Exercise objective
Below are the records; give again exactly the line with "assert len(sensors) > 0", the line with "name: lower case", and each line that lies between them, and nothing besides.
Provided entries section start
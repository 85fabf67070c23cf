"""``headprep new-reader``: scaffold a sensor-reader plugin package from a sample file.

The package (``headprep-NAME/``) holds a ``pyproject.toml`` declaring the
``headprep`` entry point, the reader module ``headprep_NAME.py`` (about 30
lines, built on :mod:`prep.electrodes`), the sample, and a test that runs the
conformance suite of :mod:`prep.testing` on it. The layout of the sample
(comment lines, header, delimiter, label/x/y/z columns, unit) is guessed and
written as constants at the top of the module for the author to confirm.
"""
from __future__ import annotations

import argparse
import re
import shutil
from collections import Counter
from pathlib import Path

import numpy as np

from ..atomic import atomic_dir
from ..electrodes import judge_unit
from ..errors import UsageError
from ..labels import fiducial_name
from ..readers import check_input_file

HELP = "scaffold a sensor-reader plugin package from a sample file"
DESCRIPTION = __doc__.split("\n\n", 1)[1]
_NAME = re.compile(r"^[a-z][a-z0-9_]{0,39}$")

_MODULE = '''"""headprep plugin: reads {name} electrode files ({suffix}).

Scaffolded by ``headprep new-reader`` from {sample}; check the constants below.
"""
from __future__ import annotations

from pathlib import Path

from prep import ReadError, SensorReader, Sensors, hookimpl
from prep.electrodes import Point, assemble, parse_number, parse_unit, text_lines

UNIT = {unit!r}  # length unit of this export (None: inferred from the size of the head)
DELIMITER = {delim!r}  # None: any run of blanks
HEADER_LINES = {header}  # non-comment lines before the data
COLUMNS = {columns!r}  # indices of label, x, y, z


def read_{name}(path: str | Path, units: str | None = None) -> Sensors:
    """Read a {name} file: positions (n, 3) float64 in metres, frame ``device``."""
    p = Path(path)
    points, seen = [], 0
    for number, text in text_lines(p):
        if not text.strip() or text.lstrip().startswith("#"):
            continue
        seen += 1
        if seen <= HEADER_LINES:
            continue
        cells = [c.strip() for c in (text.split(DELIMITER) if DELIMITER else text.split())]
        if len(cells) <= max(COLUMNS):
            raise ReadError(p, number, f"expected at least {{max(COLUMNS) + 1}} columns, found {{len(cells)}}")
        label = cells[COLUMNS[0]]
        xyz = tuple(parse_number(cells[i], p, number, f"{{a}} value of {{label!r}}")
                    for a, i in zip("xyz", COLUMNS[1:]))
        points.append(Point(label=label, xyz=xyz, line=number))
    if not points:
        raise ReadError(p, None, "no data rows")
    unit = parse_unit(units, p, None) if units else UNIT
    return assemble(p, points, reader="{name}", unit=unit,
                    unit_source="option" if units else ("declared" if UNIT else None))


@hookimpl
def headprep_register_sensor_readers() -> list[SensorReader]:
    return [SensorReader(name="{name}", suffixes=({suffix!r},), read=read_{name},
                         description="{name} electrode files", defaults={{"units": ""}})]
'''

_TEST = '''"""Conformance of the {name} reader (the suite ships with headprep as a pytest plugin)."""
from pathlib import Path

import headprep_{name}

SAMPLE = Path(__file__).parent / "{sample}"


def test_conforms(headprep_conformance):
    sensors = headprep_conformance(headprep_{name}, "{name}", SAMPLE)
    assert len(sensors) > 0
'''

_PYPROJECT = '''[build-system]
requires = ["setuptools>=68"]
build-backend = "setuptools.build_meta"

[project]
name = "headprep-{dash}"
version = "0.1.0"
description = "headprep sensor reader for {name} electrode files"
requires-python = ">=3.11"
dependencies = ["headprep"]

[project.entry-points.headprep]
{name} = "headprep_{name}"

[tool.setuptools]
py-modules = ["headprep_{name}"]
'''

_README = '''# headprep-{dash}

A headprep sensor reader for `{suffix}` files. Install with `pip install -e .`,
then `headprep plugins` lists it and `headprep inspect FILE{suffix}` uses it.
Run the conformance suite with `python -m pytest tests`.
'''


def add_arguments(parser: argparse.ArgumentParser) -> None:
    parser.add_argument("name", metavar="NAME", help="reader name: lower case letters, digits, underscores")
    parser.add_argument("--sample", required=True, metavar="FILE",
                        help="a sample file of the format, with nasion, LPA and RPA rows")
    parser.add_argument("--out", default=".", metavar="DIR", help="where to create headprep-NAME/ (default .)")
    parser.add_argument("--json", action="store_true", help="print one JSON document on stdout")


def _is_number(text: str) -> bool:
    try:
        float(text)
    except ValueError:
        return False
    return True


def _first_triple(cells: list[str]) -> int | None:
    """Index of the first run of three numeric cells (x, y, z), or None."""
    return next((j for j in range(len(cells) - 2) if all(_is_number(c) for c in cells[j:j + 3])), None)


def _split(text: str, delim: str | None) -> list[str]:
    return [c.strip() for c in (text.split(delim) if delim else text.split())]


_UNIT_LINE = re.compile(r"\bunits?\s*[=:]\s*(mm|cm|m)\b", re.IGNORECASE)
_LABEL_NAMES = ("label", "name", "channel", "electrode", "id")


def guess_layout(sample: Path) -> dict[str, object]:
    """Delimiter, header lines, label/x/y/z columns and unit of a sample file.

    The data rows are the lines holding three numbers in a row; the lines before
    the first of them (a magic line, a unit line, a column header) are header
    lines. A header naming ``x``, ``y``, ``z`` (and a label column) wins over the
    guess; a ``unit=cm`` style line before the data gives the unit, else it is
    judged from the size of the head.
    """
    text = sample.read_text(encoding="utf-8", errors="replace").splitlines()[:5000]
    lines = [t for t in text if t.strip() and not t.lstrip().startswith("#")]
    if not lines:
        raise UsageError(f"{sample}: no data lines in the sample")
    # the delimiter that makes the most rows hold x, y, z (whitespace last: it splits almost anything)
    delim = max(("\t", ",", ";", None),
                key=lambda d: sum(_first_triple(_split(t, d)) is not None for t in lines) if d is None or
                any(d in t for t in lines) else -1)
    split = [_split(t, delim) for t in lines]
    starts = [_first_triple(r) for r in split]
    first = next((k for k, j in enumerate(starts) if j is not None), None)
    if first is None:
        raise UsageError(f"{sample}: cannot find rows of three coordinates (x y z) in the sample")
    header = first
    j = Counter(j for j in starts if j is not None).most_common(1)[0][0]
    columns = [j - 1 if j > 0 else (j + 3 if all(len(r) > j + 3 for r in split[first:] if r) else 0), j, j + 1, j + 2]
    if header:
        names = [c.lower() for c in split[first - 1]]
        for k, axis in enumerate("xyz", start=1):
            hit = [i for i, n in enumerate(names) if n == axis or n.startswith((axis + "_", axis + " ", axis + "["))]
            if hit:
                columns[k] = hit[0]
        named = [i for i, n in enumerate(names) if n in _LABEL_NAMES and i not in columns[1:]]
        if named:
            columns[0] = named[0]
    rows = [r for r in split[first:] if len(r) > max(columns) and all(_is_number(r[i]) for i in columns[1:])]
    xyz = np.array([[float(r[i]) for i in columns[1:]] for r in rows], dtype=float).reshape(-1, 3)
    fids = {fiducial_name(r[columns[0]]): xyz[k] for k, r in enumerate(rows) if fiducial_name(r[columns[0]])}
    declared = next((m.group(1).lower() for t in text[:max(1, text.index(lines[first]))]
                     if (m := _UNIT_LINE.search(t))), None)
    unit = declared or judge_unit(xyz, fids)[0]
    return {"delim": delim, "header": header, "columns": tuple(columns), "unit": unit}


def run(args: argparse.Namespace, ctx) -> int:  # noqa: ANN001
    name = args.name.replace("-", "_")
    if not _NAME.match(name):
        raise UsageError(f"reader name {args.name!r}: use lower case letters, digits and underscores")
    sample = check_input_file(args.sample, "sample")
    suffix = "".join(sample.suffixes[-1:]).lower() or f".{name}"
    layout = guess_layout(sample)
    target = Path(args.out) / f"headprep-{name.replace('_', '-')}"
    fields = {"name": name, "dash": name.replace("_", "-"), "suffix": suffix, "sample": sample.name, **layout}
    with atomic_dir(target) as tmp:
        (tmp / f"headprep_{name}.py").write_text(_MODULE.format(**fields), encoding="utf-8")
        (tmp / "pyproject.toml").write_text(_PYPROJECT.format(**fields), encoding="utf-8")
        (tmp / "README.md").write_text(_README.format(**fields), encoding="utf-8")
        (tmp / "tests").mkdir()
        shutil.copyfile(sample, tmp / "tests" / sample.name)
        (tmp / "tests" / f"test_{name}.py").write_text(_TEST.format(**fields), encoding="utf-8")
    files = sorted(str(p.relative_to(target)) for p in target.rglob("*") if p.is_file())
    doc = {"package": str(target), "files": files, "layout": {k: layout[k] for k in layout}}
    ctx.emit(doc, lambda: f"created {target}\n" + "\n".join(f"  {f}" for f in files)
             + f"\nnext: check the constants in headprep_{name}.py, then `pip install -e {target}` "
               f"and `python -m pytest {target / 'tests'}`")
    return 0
Provided entries section end
Task solution
    assert len(sensors) > 0
'''

_PYPROJECT = '''[build-system]
requires = ["setuptools>=68"]
build-backend = "setuptools.build_meta"

[project]
name = "headprep-{dash}"
version = "0.1.0"
description = "headprep sensor reader for {name} electrode files"
requires-python = ">=3.11"
dependencies = ["headprep"]

[project.entry-points.headprep]
{name} = "headprep_{name}"

[tool.setuptools]
py-modules = ["headprep_{name}"]
'''

_README = '''# headprep-{dash}

A headprep sensor reader for `{suffix}` files. Install with `pip install -e .`,
then `headprep plugins` lists it and `headprep inspect FILE{suffix}` uses it.
Run the conformance suite with `python -m pytest tests`.
'''


def add_arguments(parser: argparse.ArgumentParser) -> None:
    parser.add_argument("name", metavar="NAME", help="reader name: lower case letters, digits, underscores")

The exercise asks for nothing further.